The human case matters more than the automation case

The best argument for AI in brokerage isn't labor replacement.

It's capacity.

Insurance is still a relationship business, but that phrase gets used so often it's almost lost meaning. Relationships aren't built by saying the industry is relationship-driven. They're built with time, responsiveness, judgment, and trust.

When good people spend too much of their day on workflow drag, the quality of the relationship work suffers. Risk conversations get shorter. Strategic advice gets pushed aside. Clients wait longer for answers. Internal frustration goes up. The strongest employees become bottlenecks.

Used well, AI can give that time back.

I think the most important impact of AI in brokerage may be that it makes the business more human, not less. More time for real risk discussions. More room for client advocacy. More thoughtful communication with carriers. Better judgment, applied where it matters most.

That's a far more useful target than trying to automate the entire profession into something unrecognizable.

The firms that win will redesign workflows, not just buy tools

The market is going to fill up with AI vendors, copilots, assistants, point solutions, and platform claims. Some will be useful. Many won't.

The firms that get real value won't be the ones that can say they "use AI." They'll be the ones that understand their own workflows well enough to redesign them.

That requires a different level of discipline.

It means asking: where does work actually stall today? Where is knowledge hard to access? Where are teams rebuilding the same output over and over? Where does inconsistency show up? Where does client or carrier response time break down? Where does judgment matter most? Where can automation help without weakening accountability?

AI isn't a shortcut around operating design. If anything, it makes operating design more important.

The brokerages that approach this seriously will treat AI as part of their operating infrastructure. Not as a novelty. Not as a branding exercise. Not as a replacement for expertise.

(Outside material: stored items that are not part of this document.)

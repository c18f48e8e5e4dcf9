"""Reading fatigue crack growth test logs (CSV) into plain arrays in internal units.

Two layouts (README.md, "Calibration from replicate tests"):

* raw loops: ``cycle, load, displacement`` — every recorded cycle a run of samples round its
  loop (rows of one cycle are contiguous);
* crack length: ``cycle, crack_length, load_max, load_min`` — crack length measured otherwise.

Column names are matched case-insensitively; units come from the specimen's ``log_units``.
"""

from __future__ import annotations

import math
from dataclasses import dataclass, field
from pathlib import Path

import numpy as np

from cycj.errors import CycjInputError
from cycj.spectrum.reading import MAX_LOAD

RAW_COLUMNS = ("cycle", "load", "displacement")
CRACK_COLUMNS = ("cycle", "crack_length", "load_max", "load_min")


@dataclass
class RawLog:
    """Concatenated loop samples; loop i is ``load[starts[i]:ends[i]]`` at ``cycles[i]``."""

    name: str
    cycles: np.ndarray
    starts: np.ndarray
    ends: np.ndarray
    load: np.ndarray
    displacement: np.ndarray
    skipped: list = field(default_factory=list)


@dataclass
class CrackLog:
    """Crack length readings with the cycle's load extremes."""

    name: str
    cycles: np.ndarray
    crack_length: np.ndarray
    load_max: np.ndarray
    load_min: np.ndarray
    skipped: list = field(default_factory=list)


def read_log(path, *, load_factor=1.0, displacement_factor=1.0, crack_factor=1.0):
    """Read one log file and convert it to N and mm.

    Returns :class:`RawLog` or :class:`CrackLog`.  A missing file, a missing column or a
    non-numeric value is one :class:`CycjInputError` naming the file (and line).  Loops whose
    cycle count does not increase are skipped with a reason (listed in ``.skipped``).
    """
    path = Path(path)
    df = read_frame(path)
    return frame_log(df, str(path), path.name, load_factor, displacement_factor, crack_factor)


def read_frame(path, sheet=None):
    """The CSV (or .xlsx sheet, chosen by name) of a log as a DataFrame (one
    :class:`CycjInputError` naming the file)."""
    import pandas as pd

    path = Path(path)
    src = str(path)
    if not path.is_file():
        raise CycjInputError("log file not found", source=src)
    from cycj.inputs_read import note_input

    note_input(path, "log")
    from cycj.spectrum.xlsx_reading import is_xlsx, read_xlsx_frame

    if is_xlsx(path):
        return read_xlsx_frame(path, sheet)
    if sheet is not None:
        raise CycjInputError("a sheet is chosen only in a spreadsheet", source=src, key="--sheet")
    from cycj.spectrum.reading import sniff_delimiter

    try:
        sep = sniff_delimiter(path, src)  # , ; tab | or whitespace, as histories
        df = pd.read_csv(
            path,
            sep=sep if sep else r"\s+",
            skipinitialspace=True,
            comment="#",
            encoding="utf-8-sig",
        )
    except (pd.errors.ParserError, pd.errors.EmptyDataError, UnicodeDecodeError) as exc:
        raise CycjInputError(f"cannot read the CSV ({type(exc).__name__})", source=src) from None
    return df


def frame_log(df, src, name, load_factor=1.0, displacement_factor=1.0, crack_factor=1.0):
    """Check the columns of a log read into a DataFrame ``df`` and convert it to N and mm
    (``src`` names the file in errors, ``name`` the log).  Used by :func:`read_log` and for
    the tests of a long-format file (:mod:`cycj.calibrate.replicates`)."""

    df.columns = [str(c).strip().lower() for c in df.columns]
    cols = set(df.columns)
    if set(RAW_COLUMNS) <= cols:
        kind, want = "raw", RAW_COLUMNS
    elif set(CRACK_COLUMNS) <= cols:
        kind, want = "crack", CRACK_COLUMNS
    else:
        raise CycjInputError(
            "unknown log layout",
            source=src,
            expected="columns " + ", ".join(RAW_COLUMNS) + " or " + ", ".join(CRACK_COLUMNS),
            found=", ".join(df.columns),
        )
    data = {}
    for c in want:
        vals = _numeric(df[c])
        bad = np.flatnonzero(~np.isfinite(vals))
        if bad.size and (c == "cycle" or kind == "crack"):
            raise CycjInputError(
                f"column '{c}' holds a value that is not a finite number",
                source=src,
                line=int(df.index[bad[0]]) + 2,
                found=str(df[c].iloc[bad[0]]),
            )
        big = np.flatnonzero(np.abs(vals) > MAX_LOAD)
        if big.size:
            raise CycjInputError(
                f"column '{c}' holds an implausible value",
                source=src,
                line=int(df.index[big[0]]) + 2,
                expected=f"magnitude below {MAX_LOAD:g}",
                found=str(df[c].iloc[big[0]]),
            )
        data[c] = vals
    _check_cycles(data["cycle"], src, df.index.to_numpy())
    if kind == "crack":
        return _crack_log(name, data, crack_factor, load_factor)
    return _raw_log(name, data, load_factor, displacement_factor)


def _numeric(col) -> np.ndarray:
    """A column as floats: text is NaN, an integer beyond the float range ±inf."""
    import pandas as pd

    try:
        return pd.to_numeric(col, errors="coerce").to_numpy(float)
    except OverflowError:
        return np.array([_float(v) for v in col], dtype=float)


def _float(v) -> float:
    try:
        return float(v)
    except OverflowError:  # an int of more than ~309 digits
        return math.inf if v > 0 else -math.inf
    except (TypeError, ValueError):
        return math.nan


def _check_cycles(cyc, src, rows=None):
    """Cycle counts are ≥ 0 and, once they change, span at least one cycle (``rows``: the
    frame's row labels, for the line numbers of a part of a file)."""
    neg = np.flatnonzero(cyc < 0)
    if neg.size:
        raise CycjInputError(
            "negative cycle count",
            source=src,
            line=int(neg[0] if rows is None else rows[neg[0]]) + 2,
            expected="a count ≥ 0",
            found=float(cyc[neg[0]]),
        )
    if cyc.size and 0 < cyc.max() - cyc.min() < 1.0:
        raise CycjInputError(
            "the cycle counts of the whole log span less than one cycle",
            source=src,
            key="cycle",
            expected="counts in cycles",
            found=float(cyc.max() - cyc.min()),
        )


def _increasing(name, cycles):
    """Mask of readings whose cycle count increases, and the skip reasons of the others."""
    keep = np.ones(cycles.size, bool)
    skipped = []
    last = -np.inf
    for i, c in enumerate(cycles):
        if c <= last:
            keep[i] = False
            skipped.append(
                {"log": name, "cycle": float(c), "reason": "cycle count does not increase"}
            )
        else:
            last = c
    return keep, skipped


def _crack_log(name, data, crack_factor, load_factor):
    n = data["cycle"]
    keep, skipped = _increasing(name, n)
    return CrackLog(
        name,
        n[keep],
        data["crack_length"][keep] * crack_factor,
        data["load_max"][keep] * load_factor,
        data["load_min"][keep] * load_factor,
        skipped,
    )


def _raw_log(name, data, load_factor, displacement_factor):
    cyc = data["cycle"]
    if cyc.size == 0:
        raise CycjInputError("the log has no rows", source=name)
    change = np.flatnonzero(np.diff(cyc) != 0) + 1
    starts = np.concatenate([[0], change])
    ends = np.concatenate([change, [cyc.size]])
    run_cycles = cyc[starts]
    keep, skipped = _increasing(name, run_cycles)
    return RawLog(
        name,
        run_cycles[keep],
        starts[keep],
        ends[keep],
        data["load"] * load_factor,
        data["displacement"] * displacement_factor,
        skipped,
    )
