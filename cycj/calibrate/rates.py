"""Crack growth rates da/dN from crack length vs cycles (ASTM E647 Appendix X1).

Units: a [mm], N [cycles], da/dN [mm/cycle].

References
----------
.. [1] ASTM E647, Appendix X1: secant and seven-point incremental polynomial methods; §8
   (minimum crack extension between readings).  From memory (docs/references.md R6, R35).
"""

from __future__ import annotations

import numpy as np

from cycj.errors import ValidityRangeError


def _series(cycles, a, n_min):
    n = np.asarray(cycles, float)
    a = np.asarray(a, float)
    if n.shape != a.shape or n.ndim != 1:
        raise ValidityRangeError("cycles and crack lengths must be 1-D arrays of equal length")
    if n.size < n_min:
        raise ValidityRangeError(f"need at least {n_min} readings, got {n.size}")
    if np.any(np.diff(n) <= 0):
        raise ValidityRangeError("cycle counts must increase strictly")
    return n, a


def secant_rate(cycles, crack_length):
    """Secant da/dN = (a_{i+1} − a_i)/(N_{i+1} − N_i) at ā = (a_i + a_{i+1})/2.

    Returns
    -------
    (N_mid [cycles], a_mid [mm], dadN [mm/cycle]), each of length n − 1.

    References
    ----------
    .. [1] ASTM E647 X1.1; USAF Damage Tolerant Design Handbook §9.3.3.
    """
    n, a = _series(cycles, crack_length, 2)
    return 0.5 * (n[1:] + n[:-1]), 0.5 * (a[1:] + a[:-1]), np.diff(a) / np.diff(n)


def incremental_polynomial_rate(cycles, crack_length, half_width=3):
    """Incremental polynomial da/dN: a parabola fitted over 2n+1 readings (n = 3: seven).

    â = b0 + b1·X + b2·X², X = (N − C1)/C2, C1 = (N_{i−n} + N_{i+n})/2,
    C2 = (N_{i+n} − N_{i−n})/2;  dâ/dN = b1/C2 + 2·b2·(N_i − C1)/C2².

    Returns
    -------
    (N_i [cycles], â_i [mm], dadN [mm/cycle]) for i = n … len−n−1; ΔK (or ΔJ) belongs at â_i.

    References
    ----------
    .. [1] ASTM E647 Appendix X1.2 (docs/references.md R6).
    """
    k = int(half_width)
    if k < 1:
        raise ValidityRangeError("half width must be ≥ 1")
    n, a = _series(cycles, crack_length, 2 * k + 1)
    idx = np.arange(k, n.size - k)
    win = idx[:, None] + np.arange(-k, k + 1)[None, :]
    nw, aw = n[win], a[win]
    c1 = 0.5 * (nw[:, 0] + nw[:, -1])
    c2 = 0.5 * (nw[:, -1] - nw[:, 0])
    x = (nw - c1[:, None]) / c2[:, None]
    design = np.stack([np.ones_like(x), x, x * x], axis=-1)  # (m, 2k+1, 3)
    coef = np.linalg.solve(
        np.einsum("mij,mik->mjk", design, design), np.einsum("mij,mi->mj", design, aw)[..., None]
    )[..., 0]
    xi = (n[idx] - c1) / c2
    a_hat = coef[:, 0] + coef[:, 1] * xi + coef[:, 2] * xi**2
    rate = coef[:, 1] / c2 + 2 * coef[:, 2] * (n[idx] - c1) / c2**2
    return n[idx], a_hat, rate


def e647_minimum_spacing(shape, crack_length, width):
    """Recommended minimum crack extension between readings [mm] (ASTM E647 §8.6, from memory).

    C(T): 0.25 mm for a/W < 0.40, 0.50 mm for 0.40 ≤ a/W < 0.60, 0.02·W for a/W ≥ 0.60.
    M(T) (a = half length, 2a/W): 0.25 mm below 0.60, 0.02·W from 0.60.  Other shapes: the
    C(T) rule on a/W (an assumption, stated in the output).
    """
    a = np.asarray(crack_length, float)
    ratio = 2 * a / width if shape == "center-crack-plate" else a / width
    if shape == "center-crack-plate":
        return np.where(ratio < 0.6, 0.25, 0.02 * width)
    return np.where(ratio < 0.4, 0.25, np.where(ratio < 0.6, 0.5, 0.02 * width))


def thin_to_spacing(cycles, crack_length, spacing):
    """Indices of readings kept so that successive kept readings are at least ``spacing`` [mm]
    apart (array or scalar, evaluated at the last kept reading).  Selection runs on a running
    median of five readings so a single noisy reading does not decide it; the first reading is
    always kept.  Returns an int array."""
    a = np.asarray(crack_length, float)
    n = a.size
    if n == 0:
        return np.zeros(0, int)
    pad = np.pad(a, 2, mode="edge")
    smooth = np.median(np.lib.stride_tricks.sliding_window_view(pad, 5), axis=1)
    sp = np.broadcast_to(np.asarray(spacing, float), a.shape)
    keep = [0]
    for i in range(1, n):
        if smooth[i] - smooth[keep[-1]] >= sp[keep[-1]]:
            keep.append(i)
    return np.asarray(keep, int)
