"""Writing a calibration's outputs: fit.json, growth_snippet.toml, reduced.csv, rates.csv,
skipped.csv, per_specimen.csv, plots and report.html (through :mod:`cycj.outputs` and
:mod:`cycj.report`)."""

from __future__ import annotations


def write_outputs(result, out_dir, *, logs=(), specimens=(), force=False, plots=True):
    """Write every output of a :class:`~cycj.calibrate.FitResult` into ``out_dir``."""
    import pandas as pd

    from cycj.outputs import OutputDir, record_provenance, sha256_of

    inputs = {f"log{i + 1}": p for i, p in enumerate(logs)}
    inputs.update({f"specimen{i + 1}": p for i, p in enumerate(specimens)})
    s = result.summary
    record_provenance(s, inputs, method=s.get("recommended_fit"))
    s["log_sha256"] = [sha256_of(p) for p in logs]
    s["specimen_sha256"] = [sha256_of(p) for p in specimens]
    with OutputDir(out_dir, force=force, inputs=[*logs, *specimens]) as od:
        od.write_text("growth_snippet.toml", result.snippet)
        od.write_csv("reduced.csv", result.reduced)
        od.write_csv("rates.csv", result.rates)
        od.write_csv(
            "skipped.csv", pd.DataFrame(result.skipped, columns=["log", "cycle", "reason"])
        )
        od.write_csv("per_specimen.csv", _per_specimen_frame(s))
        if plots:
            _plots_and_report(od, result, s, logs, specimens)
        od.write_json("fit.json", s)
    return out_dir


def _plots_and_report(od, result, s, logs, specimens):
    import html

    import pandas as pd

    from cycj.calibrate import plots
    from cycj.calibrate.fit import CAUTION
    from cycj.report import write_report

    figs = [
        (
            "da/dN against ΔJ_eff with the recommended fit and prediction band",
            od.savefig("dadn.png", plots.rate_plot(result)),
        )
    ]
    if result.curves:
        figs.append(
            (
                "crack length against cycles: measured and integrated fit",
                od.savefig("crack_growth.png", plots.crack_plot(result)),
            )
        )
    if result.typical_loop is not None:
        figs.append(
            (
                "a typical recorded loop with its compliance line and opening load",
                od.savefig("loop.png", plots.loop_plot(result.typical_loop)),
            )
        )
    fits = pd.DataFrame(
        [
            {
                "fit": k,
                "C": v["C"],
                "m": v["m"],
                "C low": v["C_interval"][0],
                "C high": v["C_interval"][1],
                "m low": v["m_interval"][0],
                "m high": v["m_interval"][1],
                "points": v["n"],
            }
            for k, v in result.fits.items()
        ]
    )
    skipped = pd.DataFrame(result.skipped, columns=["log", "cycle", "reason"])
    from cycj.display import num, units

    u = units()
    lo_dj, hi_dj = s["dJ_range_kJm2"]
    answer = (
        f"da/dN = {num(s['C'])}·ΔJ^{num(s['m'])} mm/cycle (ΔJ in kJ/m², on the "
        f"{s['basis']} range, {s['recommended_fit']} fit), valid for ΔJ "
        f"{u.q(lo_dj, 'energy_per_area', 3)} to {u.q(hi_dj, 'energy_per_area', 3)}."
    )
    b = s["between_specimen"]
    thr = s["threshold_kJm2"]
    collapse = s["r_ratio_collapse"].get("collapses")
    write_report(
        od.path("report.html"),
        title="Growth constants in ΔJ from test logs",
        question="Which constants C, m (and threshold) of da/dN = C·ΔJ^m describe these "
        "fatigue crack growth tests, and with what scatter?",
        answer=answer,
        inputs=[
            ("logs", ", ".join(map(str, logs))),
            ("specimen files", ", ".join(map(str, specimens))),
            ("recommended fit", f"{s['recommended_fit']}: {s['recommended_reason']}"),
            ("closure", s["closure"]),
            ("intervals", f"{s['interval_method']}: {s['interval_note']}"),
            ("within-test rate scatter σ of ln(da/dN) (not for planning)", num(s["sigma_ln"], 3)),
            (
                "between-specimen scatter σ of ln C (for planning)",
                num(b.get("sigma_ln_C"), 3) if b.get("sigma_ln_C") is not None else b.get("note"),
            ),
            (
                "threshold ΔJ_th (ASTM E647 operational)",
                u.q(thr, "energy_per_area", 3) if thr else "not reached by these data",
            ),
            (
                "R ratios collapse in ΔJ_eff",
                "not tested (one R ratio)" if collapse is None else collapse,
            ),
        ],
        figures=figs,
        tables=[
            ("Fits", fits),
            ("Per specimen (m fixed)", _per_specimen_frame(s)),
            ("Skipped readings", skipped.head(200)),
        ],
        validity=[
            (
                "ΔJ range of the data behind the fit",
                f"{u.q(lo_dj, 'energy_per_area', 3)} to {u.q(hi_dj, 'energy_per_area', 3)} "
                "(a run outside it is warned as extrapolated)",
            ),
            ("readings skipped", f"{len(result.skipped):,}"),
        ],
        warnings=[w for w in result.warnings if w != CAUTION],
        references=s["references"],
        extra_html=(
            "<h2>Growth law for a case file</h2><p>The line to paste into a case's "
            "<code>[material]</code> table (growth_snippet.toml):</p><pre><code>"
            + html.escape(result.snippet.rstrip().splitlines()[-1], quote=False)
            + "</code></pre>"
        ),
    )


def _per_specimen_frame(s):
    """fit.json's per_specimen rows as a table (ranges as two columns each)."""
    import pandas as pd

    rows = []
    for r in s.get("per_specimen", []):
        row = {k: v for k, v in r.items() if not isinstance(v, list)}
        for k in ("a_range_mm", "dJ_range_kJm2"):
            row[f"{k}_low"], row[f"{k}_high"] = r[k]
        rows.append(row)
    return pd.DataFrame(rows)
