def main(argv=None) -> int:
    ap = argparse.ArgumentParser(description=__doc__.splitlines()[0])
    ap.add_argument("--max", type=int, default=250, help="generated mutants sampled (all: 0)")
    ap.add_argument("--seed", type=int, default=1)
    ap.add_argument("--only", default="", help="substring of the target files to mutate")
    ap.add_argument("--timeout", type=float, default=180.0)
    ap.add_argument("--json", default="", help="write the outcomes to this file")
    ap.add_argument("--list", action="store_true", help="list the mutants and stop")
    ap.add_argument("--rerun", default="", help="repeat the survivors of this JSON report")
    args = ap.parse_args(argv)

    targets = [t for t in TARGETS if args.only in t]
    generated = [m for t in targets for m in generate(t)]
    if args.rerun:
        old = json.loads(Path(args.rerun).read_text())["rows"]
        want = {_match_key(r) for r in old if r["outcome"] == "survived" and r["kind"] != "named"}
        generated = [m for m in generated if _match_key(m.__dict__) in want]
    elif args.max and len(generated) > args.max:
        generated = random.Random(args.seed).sample(generated, args.max)
        generated.sort(key=lambda m: (m.file, m.start))
    mutants = [m for m in named_mutants() if args.only in m.file] + generated
    print(f"{len(mutants)} mutants ({len(mutants) - len(generated)} named) in {len(targets)} files")
    if args.list:
        for m in mutants:
            print("  " + m.describe())
        return 0

    rows = []
    with tempfile.TemporaryDirectory(prefix="cycj_mutate_") as tmp:
        work = Path(tmp)
        _copy_repo(work)
        base = _pytest(work, _tests("cycj/jintegral.py"), args.timeout)
        if base.returncode != 0:
            print(base.stdout[-3000:])
            raise SystemExit("the physics tests fail on the unmutated copy; fix them first")
        for i, m in enumerate(mutants, 1):
            reason = equivalent_reason(m)
            if reason:
                outcome, secs, failed = "equivalent", 0.0, reason
            else:
                outcome, secs, failed = run_one(m, work, args.timeout)
                if outcome == "survived" and survivor_equivalent_reason(m):
                    outcome, failed = "equivalent", survivor_equivalent_reason(m)
            rows.append({**m.__dict__, "outcome": outcome, "seconds": secs, "killed_by": failed})
            print(f"[{i}/{len(mutants)}] {outcome:10s} {secs:5.1f}s  {m.describe()}", flush=True)

    if args.rerun:  # merge: the earlier run's decided mutants, the survivors as run now
        kept = [r for r in old if r["outcome"] != "survived" and r["kind"] != "named"]
        print(f"merged with {len(kept)} decided mutants of {args.rerun}")
        rows = [*rows, *kept]
    counted = [r for r in rows if r["outcome"] in ("killed", "survived")]
    killed = sum(r["outcome"] == "killed" for r in counted)
    score = killed / len(counted) if counted else float("nan")
    print()
    print(f"mutation score: {killed}/{len(counted)} = {100 * score:.1f} % killed")
    print(f"  equivalent (not counted): {sum(r['outcome'] == 'equivalent' for r in rows)}")
    print(f"  invalid (not counted): {sum(r['outcome'] == 'invalid' for r in rows)}")
    for r in rows:
        if r["outcome"] == "equivalent":
            print(
                f"  equivalent: {r['file']}:{r['line']} {r['before']!r} → {r['after']!r}: "
                f"{r['killed_by']}"
            )
    for r in rows:
        if r["kind"] == "named":
            print(f"  named: {r['name']}: {r['outcome']} ({r['killed_by']})")
    survivors = [r for r in rows if r["outcome"] == "survived"]
    if survivors:
        print("survivors:")
        for r in survivors:
            m = Mutant(**{k: r.get(k, "") for k in Mutant.__dataclass_fields__})
            print("  " + m.describe())
    if args.json:
        Path(args.json).write_text(json.dumps({"score": score, "rows": rows}, indent=1))
    return 0 if all(r["outcome"] == "killed" for r in rows if r["kind"] == "named") else 1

As infrastructure.

Final thought

Carriers will continue to be a major part of the AI story in insurance. They should be. But they're not the whole story.

A great deal of insurance work still depends on how effectively brokerages gather information, structure submissions, support service teams, retrieve knowledge, communicate with markets, and apply judgment across messy real-world workflows.

That's where much of the near-term value sits.

The biggest AI opportunity in insurance isn't only inside carrier systems. It's also inside the brokerage operating layer that supports production, servicing, underwriting preparation, and client advocacy.

That's where a lot of the friction lives today. And it's where a lot of the upside is going to come from.